----- Available records -----

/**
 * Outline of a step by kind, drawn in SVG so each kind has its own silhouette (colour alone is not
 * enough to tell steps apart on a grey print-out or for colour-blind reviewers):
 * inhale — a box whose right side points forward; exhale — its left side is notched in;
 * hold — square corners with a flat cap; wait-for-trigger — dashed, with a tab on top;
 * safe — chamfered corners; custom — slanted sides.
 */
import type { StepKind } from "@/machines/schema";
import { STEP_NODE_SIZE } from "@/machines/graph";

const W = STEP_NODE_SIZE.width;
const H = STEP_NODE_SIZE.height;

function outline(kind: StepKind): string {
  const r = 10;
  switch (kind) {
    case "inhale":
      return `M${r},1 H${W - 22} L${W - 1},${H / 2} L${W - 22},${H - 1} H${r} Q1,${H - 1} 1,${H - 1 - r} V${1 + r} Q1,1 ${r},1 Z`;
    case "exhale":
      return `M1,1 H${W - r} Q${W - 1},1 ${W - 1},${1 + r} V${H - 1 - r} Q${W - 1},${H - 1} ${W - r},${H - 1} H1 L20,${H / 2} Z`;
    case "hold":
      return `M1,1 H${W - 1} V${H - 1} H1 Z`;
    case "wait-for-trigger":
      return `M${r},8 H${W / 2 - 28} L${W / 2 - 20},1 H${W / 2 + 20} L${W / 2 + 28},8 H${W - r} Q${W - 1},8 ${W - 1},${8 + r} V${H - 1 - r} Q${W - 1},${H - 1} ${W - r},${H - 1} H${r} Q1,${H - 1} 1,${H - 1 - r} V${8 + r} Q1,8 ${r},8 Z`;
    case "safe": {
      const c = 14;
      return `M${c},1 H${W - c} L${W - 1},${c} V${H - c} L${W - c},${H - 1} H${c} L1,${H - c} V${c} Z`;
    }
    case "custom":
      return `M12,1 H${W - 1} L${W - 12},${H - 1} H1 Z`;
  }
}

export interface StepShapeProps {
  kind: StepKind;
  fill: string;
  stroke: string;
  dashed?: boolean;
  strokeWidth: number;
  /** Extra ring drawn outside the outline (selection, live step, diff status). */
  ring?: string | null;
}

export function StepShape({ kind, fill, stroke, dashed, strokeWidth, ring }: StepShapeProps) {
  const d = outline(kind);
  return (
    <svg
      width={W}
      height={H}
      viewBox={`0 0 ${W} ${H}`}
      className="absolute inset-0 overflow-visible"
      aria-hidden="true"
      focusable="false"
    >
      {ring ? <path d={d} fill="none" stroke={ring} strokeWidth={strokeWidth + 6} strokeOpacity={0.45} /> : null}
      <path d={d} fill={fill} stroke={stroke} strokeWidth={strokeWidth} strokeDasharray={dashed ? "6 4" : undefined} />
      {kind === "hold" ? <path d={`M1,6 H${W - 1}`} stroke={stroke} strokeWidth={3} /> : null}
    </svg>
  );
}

-----

Exercise details:
The required output is an exact retyping of the lines from the one that contains "ring?: string | null;" through the last line of the material above.

Exercise solution:
  ring?: string | null;
}

export function StepShape({ kind, fill, stroke, dashed, strokeWidth, ring }: StepShapeProps) {
  const d = outline(kind);
  return (
    <svg
      width={W}
      height={H}
      viewBox={`0 0 ${W} ${H}`}
      className="absolute inset-0 overflow-visible"
      aria-hidden="true"
      focusable="false"
    >
      {ring ? <path d={d} fill="none" stroke={ring} strokeWidth={strokeWidth + 6} strokeOpacity={0.45} /> : null}
      <path d={d} fill={fill} stroke={stroke} strokeWidth={strokeWidth} strokeDasharray={dashed ? "6 4" : undefined} />
      {kind === "hold" ? <path d={`M1,6 H${W - 1}`} stroke={stroke} strokeWidth={3} /> : null}
    </svg>
  );
}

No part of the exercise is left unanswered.